One of the reasons I love the Moringa Leaf and Vegetable Pasta so much is because of its reliance on fresh, simple ingredients. The dish celebrates what nature has to offer, transforming basic pantry staples and garden-fresh produce into something truly special. The combination of minced garlic, extra virgin olive oil, and a squeeze of fresh lemon juice over the sautéed vegetables creates a light, flavorful sauce that clings beautifully to the pasta. For those who enjoy a bit of heat, a sprinkle of red pepper flakes gives just the right kick without overpowering the natural flavors.

As someone who delights in creating culinary experiences that evoke the rugged, hearty spirit of the Rocky Mountains, I find this dish to be incredibly satisfying. It reminds me of the foraging trips in late summer, where bringing back a basket of fresh produce was a day’s reward. I love tossing in some fresh basil leaves at the end, their aromatic essence adding a final touch of freshness to the dish.
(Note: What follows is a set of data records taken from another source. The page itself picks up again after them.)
import fs from "node:fs";
import path from "node:path";
import fontkit from "@pdf-lib/fontkit";
import { describe, expect, it } from "vitest";
import { sfntFromWoff } from "@/lib/report/woff";

const FILES = ["400", "500", "600", "700"].map((w) => path.join(process.cwd(), "fonts", `barlow-latin-${w}-normal.woff`));

/** OpenType table checksum: the sum of the big-endian uint32s, the last one padded with zeros (OpenType spec, "Calculating checksums"). */
function checksum(bytes: Buffer): number {
  const padded = Buffer.concat([bytes, Buffer.alloc((4 - (bytes.length % 4)) % 4)]);
  let sum = 0;
  for (let i = 0; i < padded.length; i += 4) sum = (sum + padded.readUInt32BE(i)) >>> 0;
  return sum;
}

function tableDirectory(sfnt: Buffer) {
  return Array.from({ length: sfnt.readUInt16BE(4) }, (_, i) => {
    const at = 12 + 16 * i;
    return { tag: sfnt.toString("latin1", at, at + 4), checksum: sfnt.readUInt32BE(at + 4), offset: sfnt.readUInt32BE(at + 8), length: sfnt.readUInt32BE(at + 12) };
  });
}

describe.each(FILES)("unpacking %s", (file) => {
  const woff = fs.readFileSync(file);
  const sfnt = Buffer.from(sfntFromWoff(woff));

  it("gives the font the WOFF was made from: its stated size and every table's checksum", () => {
    // WOFF 1.0 §4: totalSfntSize is the size of the uncompressed font, header, directory and padding included.
    expect(sfnt.length).toBe(woff.readUInt32BE(16));
    const tables = tableDirectory(sfnt);
    expect(tables.map((t) => t.tag)).toEqual([...tables.map((t) => t.tag)].sort());
    // The binary-search fields of the offset table (OpenType spec, "Table directory").
    const n = tables.length;
    const power = 2 ** Math.floor(Math.log2(n));
    expect([sfnt.readUInt16BE(6), sfnt.readUInt16BE(8), sfnt.readUInt16BE(10)]).toEqual([power * 16, Math.log2(power), n * 16 - power * 16]);
    for (const t of tables) {
      const data = Buffer.from(sfnt.subarray(t.offset, t.offset + t.length));
      // The head table's checksum is taken with its checkSumAdjustment (at byte 8) as zero.
      if (t.tag === "head") data.writeUInt32BE(0, 8);
      expect(checksum(data), t.tag).toBe(t.checksum);
    }
  });

  it("reads in fontkit exactly as the WOFF does: glyphs, advances and shaped text", () => {
    const a = fontkit.create(woff);
    const b = fontkit.create(sfnt);
    expect(b.numGlyphs).toBe(a.numGlyphs);
    expect(b.characterSet).toEqual(a.characterSet);
    for (const cp of a.characterSet) {
      const ga = a.glyphForCodePoint(cp);
      const gb = b.glyphForCodePoint(cp);
      expect([gb.id, gb.advanceWidth, gb.path.toSVG()]).toEqual([ga.id, ga.advanceWidth, ga.path.toSVG()]);
    }
    const text = "Office fluff: 1,412 L/s ±10 % — “Traverse AVA-1”, ½ in.";
    expect(b.layout(text).glyphs.map((g) => g.id)).toEqual(a.layout(text).glyphs.map((g) => g.id));
  });
});

describe("a file that is not a WOFF", () => {
  it("is refused, as is a WOFF cut short", () => {
    const woff = fs.readFileSync(FILES[0]!);
    expect(() => sfntFromWoff(new Uint8Array(100))).toThrow(/not a WOFF/);
    expect(() => sfntFromWoff(woff.subarray(0, 60))).toThrow(/cut short/);
    expect(() => sfntFromWoff(woff.subarray(0, woff.length - 200))).toThrow(/outside the file/);
  });
});
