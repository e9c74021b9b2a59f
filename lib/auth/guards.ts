import "server-only";
import { notFound, redirect } from "next/navigation";
import { cache } from "react";
import { getUserById, type SessionUser } from "@/db/queries/users";
import { getProjectAccess, getUserWithProjectAccess, type ProjectAccess } from "@/db/queries/projects";
import { can, type Action } from "./policy";
import { readSession, sessionIsCurrent } from "./session";

/**
 * The signed-in user, read fresh from the database so a removed account loses access at once, and
 * only while the session's version is the user's current one (sign-out everywhere and a password
 * change raise it). The version comes with the user row: no extra query.
 * Cached per server render: the layout and the page ask once between them.
 */
export const currentUser = cache(async (): Promise<SessionUser | null> => {
  const session = await readSession();
  if (!session.userId) return null;
  const user = await getUserById({ id: session.userId });
  return user && sessionIsCurrent(session, user.sessionVersion) ? user : null;
});

/**
 * For project API routes: the signed-in user and their access to one project in a single query
 * (user row, project and membership together), so a project request costs one round trip before
 * the handler runs.
 */
export async function currentUserWithProject(projectId: string): Promise<{ user: SessionUser; access: ProjectAccess | null } | null> {
  const session = await readSession();
  if (!session.userId) return null;
  const found = await getUserWithProjectAccess({ userId: session.userId, projectId });
  if (!found || !sessionIsCurrent(session, found.user.sessionVersion)) return null;
  return found;
}

const projectAccess = cache((userId: string, projectId: string) => getProjectAccess({ userId, projectId }));

/** For pages: the signed-in user, or a redirect to sign-in. */
export async function requireUser(): Promise<SessionUser> {
  const user = await currentUser();
  if (!user) redirect("/sign-in");
  return user;
}

export type AccessCheck =
  | { status: "ok"; access: ProjectAccess }
  | { status: "not_found" }
  | { status: "forbidden"; access: ProjectAccess };

/**
 * May this user take this action in this project? A project the user cannot see at all is
 * reported as not found, so its existence is not revealed.
 */
export function judgeProjectAccess(user: SessionUser, access: ProjectAccess | null, action: Action): AccessCheck {
  if (!access || !can(user, access.role, "project.view")) return { status: "not_found" };
  if (!can(user, access.role, action)) return { status: "forbidden", access };
  return { status: "ok", access };
}

export async function checkProjectAccess(user: SessionUser, projectId: string, action: Action): Promise<AccessCheck> {
  return judgeProjectAccess(user, await projectAccess(user.id, projectId), action);
}

/**
 * For project pages: the user and their access, a 404 when the project is not theirs,
 * and `allowed: false` when their role may not do what the page does.
 */
export async function requireProjectPage(projectId: string, action: Action) {
  const user = await requireUser();
  const check = await checkProjectAccess(user, projectId, action);
  if (check.status === "not_found") notFound();
  return { user, access: check.access, allowed: check.status === "ok" };
}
Health Benefits and Pairings

Beyond its fantastic flavor, this pasta has several health benefits. Moringa leaves boost your immune system, improve digestion, and offer anti-inflammatory properties. Fresh vegetables like zucchini and bell peppers add fiber, vitamins, and antioxidants, all contributing to a well-balanced diet.

This Moringa Leaf and Vegetable Pasta pairs wonderfully with a simple green salad dressed with lemon vinaigrette, or even a charcuterie board featuring some robust, savory cured meats like bison or elk – perfect for those who enjoy exploring game meats.

For those curious about other dishes reminiscent of this one, you might enjoy trying a ratatouille or a summer pasta primavera. Both offer a similar celebration of fresh vegetables and simple ingredients, but with their own unique twists.

In the end, the joy of cooking lies in its ability to bring people together and create shared experiences. The Moringa Leaf and Vegetable Pasta does just that, making it a recipe I’ll return to time and time again, whether it’s for a quiet night in with Gordon or a gathering of friends and family.

What You’ll Need

  • 12 oz pasta (spaghetti or fettuccine works best)
  • 2 cups moringa leaves, washed and stemmed
  • 2 medium zucchini, sliced
  • 1 red bell pepper, julienned
  • 1 yellow bell pepper, julienned
  • 1 cup cherry tomatoes, halved
  • 3 cloves garlic, minced
  • 1/4 cup extra virgin olive oil
  • 1/4 cup grated Parmesan cheese
  • 1 tsp red pepper flakes (optional)
  • Salt and pepper to taste
  • 1/2 cup fresh basil leaves, chopped
  • 1 lemon, juiced
ALLERGENS: Pasta (gluten), Parmesan cheese (dairy)

Method

Step One

Fill a large pot with water and bring it to a boil. Add a pinch of salt to the boiling water. Add the pasta and cook according to the package instructions until al dente. Once done, drain the pasta and set it aside.

Step Two

In a large skillet, heat the extra virgin olive oil over medium heat. Add the minced garlic and sauté for about a minute or until fragrant.

Step Three

Add the sliced zucchini, red bell pepper, and yellow bell pepper to the skillet. Sauté for about 5-7 minutes, or until the vegetables are tender but still crisp.

Step Four

Add the cherry tomatoes to the skillet and cook for another 2-3 minutes, until they begin to soften and release their juices.

Step Five

Add the moringa leaves to the skillet and stir to combine, allowing the leaves to wilt slightly. Season the mixture with salt, pepper, and the red pepper flakes if using.

Step Six

Add the cooked pasta to the skillet, tossing everything together to ensure the pasta is well coated with the vegetable mixture.

Step Seven

Remove the skillet from the heat and stir in the grated Parmesan cheese, chopped basil leaves, and freshly squeezed lemon juice.

Step Eight

Serve the Moringa Leaf and Vegetable Pasta immediately, garnished with additional Parmesan cheese and basil if desired. Enjoy!